Ok. So the accounts are only in LDAP and it can't be possible that in console your system is using pam_localuser.so (or something like that) instead of LDAP?

And personally I'm used to have both slapd.conf and ldap.conf under /etc/openldap/ ... sometimes I've been wondering why LDAP isn't working, just to find out many hours later that there's a /etc/ldap.conf file lurking around and the system is using it.

One more possibility: Maybe /etc/pam.d/sshd or other PAM entries have been modified lately?

----------

## jwalcik

nope, the accounts in question exist only in ldap.  if i do add a user to the local /etc/passwd and /etc/shadow, i *can* log in as that user.

my /etc/pam.d/sshd file hasn't been modified recently, and is identical to the same file on another machine (where ssh logins work perfectly).  i even copied the file over and did a diff to check for typos.

i've also re-verified ldap queries to the server are working properly with ldapsearch.

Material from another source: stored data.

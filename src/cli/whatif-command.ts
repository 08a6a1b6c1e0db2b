import { InputError } from '../quantity/input-fault.ts';
import { jsonText } from '../report/json-text.ts';
import { whatifRecord } from '../report/whatif-json.ts';
import type { SuggestedTakes, WhatifResult } from '../report/whatif-result.ts';
import { sheetFile, sheetPage } from '../report/whatif-sheet.ts';
import { whatifFiles } from '../report/whatif-tables.ts';
import { whatifText } from '../report/whatif-text.ts';
import { costText, minutesText, openAsTold, scatterSentence } from '../report/whatif-wording.ts';
import { listText } from '../report/wording.ts';
import { asMounted, mountedAnew } from '../whatif/as-mounted.ts';
import type { AssumedBand } from '../whatif/assumed-scatter.ts';
import { figuresOf } from '../whatif/compare.ts';
import { costOf } from '../whatif/costs.ts';
import type { Design } from '../whatif/design.ts';
import { type OrderedSeatings, orderSeatings } from '../whatif/order.ts';
import { plannedOptions } from '../whatif/planned-bench.ts';
import { type Prediction, predict } from '../whatif/predict.ts';
import { type Reach, reachOf } from '../whatif/reach.ts';
import { rehearse } from '../whatif/rehearse.ts';
import { runSheet } from '../whatif/run-sheet.ts';
import { suggestTakes } from '../whatif/suggest.ts';
import { planWithinBudget } from '../whatif/within-budget.ts';
import { EXIT } from './exit-codes.ts';
import { writeNewFiles } from './new-files.ts';
import { nothingApart } from './nothing-apart.ts';
import { openOutputFolder } from './output-folder.ts';
import { installedPackage } from './package-root.ts';
import { type Progress, progressLine } from './progress.ts';
import { ended } from './solve-command.ts';
import { textStyle, writeMessage, writeResult } from './terminal.ts';
import { type WhatifInputs, whatifInputs } from './whatif-designs.ts';
import type { WhatifRequest } from './whatif-options.ts';

/** Says what designs will deliver before anything is mounted; suggests, orders, rehearses, and writes run sheets. */
export async function whatifCommand(request: WhatifRequest): Promise<number> {
  const inputs = request.from === undefined ? [...request.designs] : [request.from];
  const folder =
    request.out === undefined ? undefined : await openOutputFolder(request.out, { replaceResult: false, inputs });
  const progress = progressLine(process.stderr, {
    quiet: request.quiet,
    style: textStyle(process.stderr),
    environment: process.env,
  });
  try {
    const result = await plan(request, await whatifInputs(request, progress), progress);
    const { sheet } = result;
    if (sheet !== undefined) {
      const facts = [
        costText(result.predictions.at(-1)!.cost),
        scatterSentence(result.predictions.at(-1)!.bands.map(({ scatter }) => scatter)),
      ];
      await writeNewFiles([sheetFile(sheet), sheetPage(sheet, facts)]);
    }
    if (folder !== undefined) {
      // Loaded only where a page is wanted: drawing takes packages that planning has no use for.
      const { whatifPage } = await import('../report/page/whatif-page.ts');
      await folder.write([...whatifFiles(result), whatifPage(result)], (name) => progress.step(`writing ${name}`));
    }
    progress.clear();
    await writeResult(answer(result, request));
    return ending(result.predictions);
  } finally {
    progress.clear();
  }
}

async function plan(request: WhatifRequest, inputs: WhatifInputs, progress: Progress): Promise<WhatifResult> {
  const { bands } = inputs;
  const { times, effect, risk } = request;
  // What is added must not change what the design is meant for.
  const model = inputs.designs.length === 1 ? plannedOptions(inputs.designs[0]!, inputs.model) : inputs.model;
  const foresee = (design: Design) => predict(design, bands, { model, times, effect, risk });
  const notices = [...inputs.notices];
  const given = inputs.designs.filter(({ seatings }) => seatings.length > 0);
  const predictions: Prediction[] = [];
  for (const design of given) predictions.push(await foresee(design));
  // The band with the largest uncertainty counts where one has to: all gain most where it is worst.
  const band = bands[predictions.at(-1)?.worstBand ?? 0]!;
  const suggested = suggestedTakes(request, { ...inputs, model }, band, progress, notices);
  const isOrdered =
    suggested !== undefined || request.order || request.sheet !== undefined || request.control !== undefined;
  let design = suggested?.suggestion.design ?? inputs.designs.at(-1)!;
  let ordered: OrderedSeatings | undefined;
  if (isOrdered) {
    ordered = request.fresh ? undefined : orderSeatings(design.seatings, request.seed);
    const made = design.seatings.filter(({ kind }) => kind === 'made');
    const due =
      ordered === undefined
        ? mountedAnew(design.seatings, inputs.lastSeatings)
        : asMounted(ordered.seatings, inputs.lastSeatings);
    design = { ...design, seatings: [...made, ...due] };
  }
  if (suggested !== undefined) predictions.push(await foresee(design));
  else if (isOrdered) predictions.splice(-1, 1, await foresee(design));
  // What was planned and is planned anew within a budget is no design to compare with.
  const shown = request.budget === undefined ? predictions : predictions.slice(-1);
  const { shift } = figuresOf(shown.at(-1)!);
  const rehearsal =
    request.rehearse === undefined
      ? undefined
      : await rehearse(design, bands, {
          runs: request.rehearse,
          seed: request.seed,
          coverage: request.coverage,
          fault: request.fault ?? (Number.isNaN(shift) ? FAULT : Number(shift.toPrecision(2))),
          model,
          risk,
          onProgress: progress.step('rehearsing'),
        });
  const sheet =
    request.sheet === undefined
      ? undefined
      : {
          csv: request.sheet,
          page: request.sheet.replace(/\.csv$/i, '.html'),
          takes: runSheet(design.seatings),
          model: request.model === 'auto' ? undefined : request.model,
          frequencies: request.frequencies,
        };
  if (sheet?.takes.length === 0) throw nothingToCome(request.sheet!);
  return {
    version: installedPackage().version,
    settings: request.typed,
    predictions: shown,
    suggested,
    ordered,
    sheet,
    rehearsal,
    times,
    timesAreAssumed: request.timesAreAssumed,
    effect,
    coverage: request.coverage,
    notices,
  };
}

/** Shift of one take that a rehearsal plants where nothing tells a size, in dB. Common practice, no source. */
const FAULT = 3;

function suggestedTakes(
  request: WhatifRequest,
  { designs, model, lastSeatings }: WhatifInputs,
  band: AssumedBand,
  progress: Progress,
  notices: string[],
): SuggestedTakes | undefined {
  const { add, budget, criterion, again, repeats, seed } = request;
  if (add === undefined && budget === undefined) return undefined;
  const design = designs.at(-1)!;
  const reach = reachOf(design, model);
  const common = { criterion, again, repeats, seed, model, onProgress: progress.step('searching') };
  if (budget === undefined) {
    const suggestion = suggestTakes(design, band, { ...common, add: add! });
    if (suggestion === undefined) throw noPair(design);
    if (reach.unreachable.length > 0) notices.push(unreachableText(design, reach));
    return { suggestion, criterion, budget, isCheapest: false };
  }
  if (reach.unreachable.length > 0) throw unreachableFault(design, reach);
  const { plan, nearest } = planWithinBudget(design, band, {
    ...common,
    minutes: budget,
    times: request.times,
    fewest: reach.fewest,
    fresh: request.fresh,
    from: lastSeatings,
  });
  if (plan !== undefined) return { suggestion: plan.suggestion, criterion, budget, isCheapest: plan.isCheapest };
  const cost = nearest && costOf(nearest.seatings, request.times);
  throw new InputError([
    {
      place: { file: '--budget-minutes' },
      found: `${minutesText(budget)}, in which no design tells the ${design.units.length} units apart`,
      expected: cost === undefined ? 'more time' : `at least ${minutesText(cost.minutes)}: ${costText(cost)}`,
      remedy: `Try --budget-minutes ${Math.ceil(cost?.minutes ?? 2 * budget)}, fewer units, or fewer --repeats.`,
    },
  ]);
}

function noPair(design: Design): InputError {
  return new InputError([
    {
      place: { file: '--add' },
      found: `no pair of ${listText(design.units, 6)} that may be taken`,
      expected: 'at least one pair that is not forbidden',
      remedy: 'Allow a pair, or name more units.',
    },
  ]);
}

function unreachableText(design: Design, { unreachable, releases }: Reach): string {
  const names = listText(unreachable, 6);
  if (design.units.length < 3) return `No take tells two units apart, only their sum: a third unit would.`;
  const cure =
    releases.length > 0
      ? `allow ${releases
          .slice(0, 6)
          .map(([one, other]) => `${one} > ${other}`)
          .join(' or ')}`
      : 'allow more pairs, or name a further unit';
  return `Even with every allowed pair ${names} would have no level: ${cure}.`;
}

function unreachableFault(design: Design, reach: Reach): InputError {
  return new InputError([
    {
      place: { file: design.forbidden.length > 0 ? 'forbidden pairs' : '--units' },
      found: `pairs that cannot tell ${listText(reach.unreachable, 6)} apart, whatever the budget`,
      expected: 'pairs that close an odd loop in every connected part, such as three units against each other',
      remedy: unreachableText(design, reach),
    },
  ]);
}

function nothingToCome(file: string): InputError {
  return new InputError([
    {
      place: { file },
      found: 'a design whose takes are all made',
      expected: 'takes that are still to come',
      remedy: 'Ask for more with --add or --budget-minutes.',
    },
  ]);
}

function answer(result: WhatifResult, request: WhatifRequest): string {
  if (request.json) return jsonText(whatifRecord(result));
  if (request.quiet) return '';
  return ended(whatifText(result, textStyle(process.stdout)));
}

/** Done where at least one design tells a unit from the others. */
function ending(predictions: readonly Prediction[]): number {
  const tells = ({ bands }: Prediction) => bands.some(({ units }) => units.some(({ status }) => status !== 'open'));
  if (predictions.some(tells)) return EXIT.done;
  const last = predictions.at(-1)!;
  const { open, frequencies } = openAsTold(last);
  writeMessage(nothingApart(open, frequencies));
  if (last.bench.design.units.length < 3) {
    writeMessage('The nearest design that works: three units against each other, --units 3 --pattern all.');
  }
  return EXIT.nothingApart;
}
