import { readFileSync } from 'node:fs';
import { readFile } from 'node:fs/promises';
import { dirname, join } from 'node:path';
import { fileURLToPath } from 'node:url';

interface Package {
  /** Folder of the package. */
  readonly root: string;
  readonly version: string;
}

let found: Package | undefined;

/**
 * The installed package: its folder and its version.
 * It is looked for upwards from this code, since the bundler may put this file at any depth.
 */
export function installedPackage(): Package {
  if (found !== undefined) return found;
  let folder = dirname(fileURLToPath(import.meta.url));
  for (;;) {
    const manifest = manifestIn(folder);
    if (manifest?.name === 'oddloop') {
      found = { root: folder, version: manifest.version };
      return found;
    }
    const above = dirname(folder);
    if (above === folder) throw new Error('the package.json of oddloop is not above its code');
    folder = above;
  }
}

/** Text of the report page's program, as the build has bundled it. */
export function pageScript(): Promise<string> {
  return readFile(join(installedPackage().root, 'dist', 'report-page.js'), 'utf8');
}

function manifestIn(folder: string): { readonly name: string; readonly version: string } | undefined {
  let text: string;
  try {
    text = readFileSync(join(folder, 'package.json'), 'utf8');
  } catch {
    return undefined;
  }
  return JSON.parse(text) as { name: string; version: string };
}
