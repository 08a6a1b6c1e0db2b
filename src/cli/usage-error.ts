/** The command line cannot be understood. Carries every trouble that was found in it, one sentence each. */
export class UsageError extends Error {
  readonly troubles: readonly string[];

  constructor(troubles: readonly string[]) {
    super(troubles.join('\n'));
    this.name = 'UsageError';
    this.troubles = troubles;
  }
}
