import { DEFAULT_RISK, DEFAULT_TOLERANCE } from '../findings/thresholds.ts';
import { parseRange } from '../quantity/frequency.ts';
import { UNCERTAINTY_RANGE, uncertaintyTrouble } from '../readings/physical-limits.ts';
import { parseGrid } from './grid-text.ts';

/**
 * Everything that shapes a result, by the long names of the options. It is written to `summary.json`, and `--settings`
 * reads it back. `null` means 'not given'.
 */
export interface Settings {
  /** Input files as the user named them, relative to the folder the program was started in. */
  readonly files: readonly string[];
  readonly model: 'auto' | 'reciprocal' | 'directional';
  readonly datum: 'strict' | 'balanced';
  readonly reversible: readonly string[];
  readonly refs: string | null;
  /** `free`, `none`, or the name of a file. */
  readonly path: string;
  readonly lookalikes: readonly (readonly string[])[];
  readonly 'loose-gain': boolean;
  readonly level: string | null;
  /** Decibels. */
  readonly u: number | null;
  readonly band: string | null;
  readonly grid: string;
  readonly coverage: number;
  /** File of systematic effects. */
  readonly budget: string | null;
  /** Draws of a Monte Carlo check; none where it is not asked for. */
  readonly 'monte-carlo': number | null;
  /** Seed of all draws. */
  readonly seed: number;
  /** Effect of a partner in dB that does not matter. */
  readonly tolerance: number;
  /** Chance that a clean set gets any take flagged. */
  readonly risk: number;
}

/** Fewer draws tell no interval of 95 %; more take hours. Common practice, no source. */
const DRAWS = { least: 1000, most: 10_000_000 } as const;

export const DEFAULT_SETTINGS: Settings = {
  files: [],
  model: 'auto',
  datum: 'strict',
  reversible: [],
  refs: null,
  path: 'free',
  lookalikes: [],
  'loose-gain': false,
  level: null,
  u: null,
  band: null,
  grid: 'as-measured',
  coverage: 0.95,
  budget: null,
  'monte-carlo': null,
  seed: 1,
  tolerance: DEFAULT_TOLERANCE,
  risk: DEFAULT_RISK,
};

/** What a setting may be. `read` takes the option's text as well as the value in a settings file; undefined: cannot be used. */
interface Rule<Value> {
  readonly expected: string;
  readonly example: string;
  readonly read: (value: unknown) => Value | undefined;
}

const RULES: { readonly [Name in keyof Settings]: Rule<Settings[Name]> } = {
  files: { expected: 'names of files', example: 'bench.csv', read: names },
  model: oneOf(['auto', 'reciprocal', 'directional']),
  datum: oneOf(['strict', 'balanced']),
  reversible: { expected: 'units, with commas between them', example: 'T1,T2', read: names },
  refs: { expected: 'the name of a CSV file', example: 'certificate.csv', read: orNull(name) },
  path: { expected: 'free, none, or the name of a CSV file', example: 'block.csv', read: name },
  lookalikes: {
    expected: 'two units or more, with = between them, each unit in one group only',
    example: 'A1=A2',
    read: groups,
  },
  'loose-gain': {
    expected: 'true or false',
    example: 'true',
    read: (value) => (typeof value === 'boolean' ? value : undefined),
  },
  level: {
    expected: 'a formula of numeric columns',
    example: "'20*log10(out_mv/in_mv) - gain_db'",
    read: orNull(name),
  },
  u: {
    expected: `a standard uncertainty from ${UNCERTAINTY_RANGE.least} to ${UNCERTAINTY_RANGE.most} dB`,
    example: '0.3',
    read: orNull((value) => number(value, (u) => uncertaintyTrouble(u) === '')),
  },
  band: {
    expected: 'two frequencies with their units, the lower first',
    example: "'2 kHz..80 kHz'",
    read: orNull((value) => (typeof value === 'string' && parseRange(value) !== undefined ? value : undefined)),
  },
  grid: {
    expected: '1/3, 1/6, 1/12, 1/24, as-measured, or DECADE/N with N points in each decade',
    example: 'DECADE/50',
    read: (value) => (typeof value === 'string' && parseGrid(value) !== undefined ? value : undefined),
  },
  coverage: {
    expected: 'a probability above 0 and below 1',
    example: '0.95',
    read: (value) => number(value, (p) => p > 0 && p < 1),
  },
  'monte-carlo': {
    expected: `a whole number of draws from ${DRAWS.least} to ${DRAWS.most}`,
    example: '10000',
    read: orNull((value) => number(value, (n) => Number.isInteger(n) && n >= DRAWS.least && n <= DRAWS.most)),
  },
  seed: {
    expected: 'a whole number',
    example: '1',
    read: (value) => number(value, (n) => Number.isSafeInteger(n) && n < 2 ** 31),
  },
  budget: { expected: 'the name of a CSV file', example: 'budget.csv', read: orNull(name) },
  tolerance: {
    expected: 'an effect in dB, above 0',
    example: '1',
    read: (value) => number(value, (effect) => effect > 0),
  },
  risk: {
    expected: 'a probability above 0 and below 0.5',
    example: '0.05',
    read: (value) => number(value, (p) => p > 0 && p < 0.5),
  },
};

/** One setting that cannot be used. */
export interface SettingTrouble {
  readonly name: string;
  readonly found: string;
  readonly expected: string;
  readonly example: string;
}

/**
 * Checks settings from the command line or from a file; those that are absent stay absent.
 * A name that is no setting is a trouble as well: it would be left out in silence otherwise.
 */
export function checkSettings(values: Readonly<Record<string, unknown>>): {
  readonly accepted: Partial<Settings>;
  readonly troubles: readonly SettingTrouble[];
} {
  const accepted: Record<string, unknown> = {};
  const troubles: SettingTrouble[] = [];
  for (const [key, value] of Object.entries(values)) {
    if (value === undefined) continue;
    if (!Object.hasOwn(RULES, key)) {
      const known = Object.keys(RULES).join(', ');
      troubles.push({ name: key, found: 'a setting that is not known', expected: `one of ${known}`, example: 'model' });
      continue;
    }
    const rule: Rule<unknown> = RULES[key as keyof Settings];
    const read = rule.read(value);
    if (read !== undefined) accepted[key] = read;
    else troubles.push({ name: key, found: JSON.stringify(value), expected: rule.expected, example: rule.example });
  }
  // Every value in it has passed the rule of its own name.
  return { accepted: accepted as Partial<Settings>, troubles };
}

function oneOf<Word extends string>(words: readonly [Word, ...Word[]]): Rule<Word> {
  return {
    expected: `${words.slice(0, -1).join(', ')} or ${words.at(-1)}`,
    example: words[0],
    read: (value) => words.find((word) => word === value),
  };
}

function orNull<Value>(read: (value: unknown) => Value | undefined): (value: unknown) => Value | null | undefined {
  return (value) => (value === null ? null : read(value));
}

// Text that starts with -- is an option that slipped into the place of a value.
function name(value: unknown): string | undefined {
  return typeof value === 'string' && value.trim() !== '' && !value.startsWith('--') ? value : undefined;
}

function names(value: unknown): string[] | undefined {
  const list = typeof value === 'string' ? value.split(',').map((text) => text.trim()) : value;
  if (!Array.isArray(list)) return undefined;
  const read = list.map((item: unknown) => (typeof item === 'string' && item.trim() !== '' ? item : undefined));
  return read.every((item) => item !== undefined) ? read : undefined;
}

function groups(value: unknown): string[][] | undefined {
  if (!Array.isArray(value)) return undefined;
  const read = value.map((group: unknown) =>
    names(typeof group === 'string' ? group.split('=').map((text) => text.trim()) : group),
  );
  if (!read.every((group) => group !== undefined && group.length > 1)) return undefined;
  const units = read.flat();
  return new Set(units).size === units.length ? (read as string[][]) : undefined;
}

function number(value: unknown, isFit: (value: number) => boolean): number | undefined {
  const text = typeof value === 'string' ? value.trim() : undefined;
  if (text !== undefined && !/^(\d+\.?\d*|\.\d+)(e[+-]?\d+)?$/i.test(text)) return undefined;
  const read = text === undefined ? value : Number(text);
  return typeof read === 'number' && Number.isFinite(read) && isFit(read) ? read : undefined;
}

i'm stumped.  all signs point to it being a password error.  however i can turn around and log right in at the console.  i even tried changing the password in ldap.  i can still log right in at the console or via ssh w/ a key, and after i'm logged in, i appear to have the right privileges and can execute commands as root via sudo.  however, no dice sshing in with a password.

are there any other bits of information (logs, config files, etc) that i can post that would be of use?

----------

## Janne Pikkarainen

This sure is getting interesting.

How about OpenLDAP/nss_ldap/pam_ldap versions? Do they match with the working computer? And are they querying the same LDAP server or is the database spread within multiple machines using slurpd or something? 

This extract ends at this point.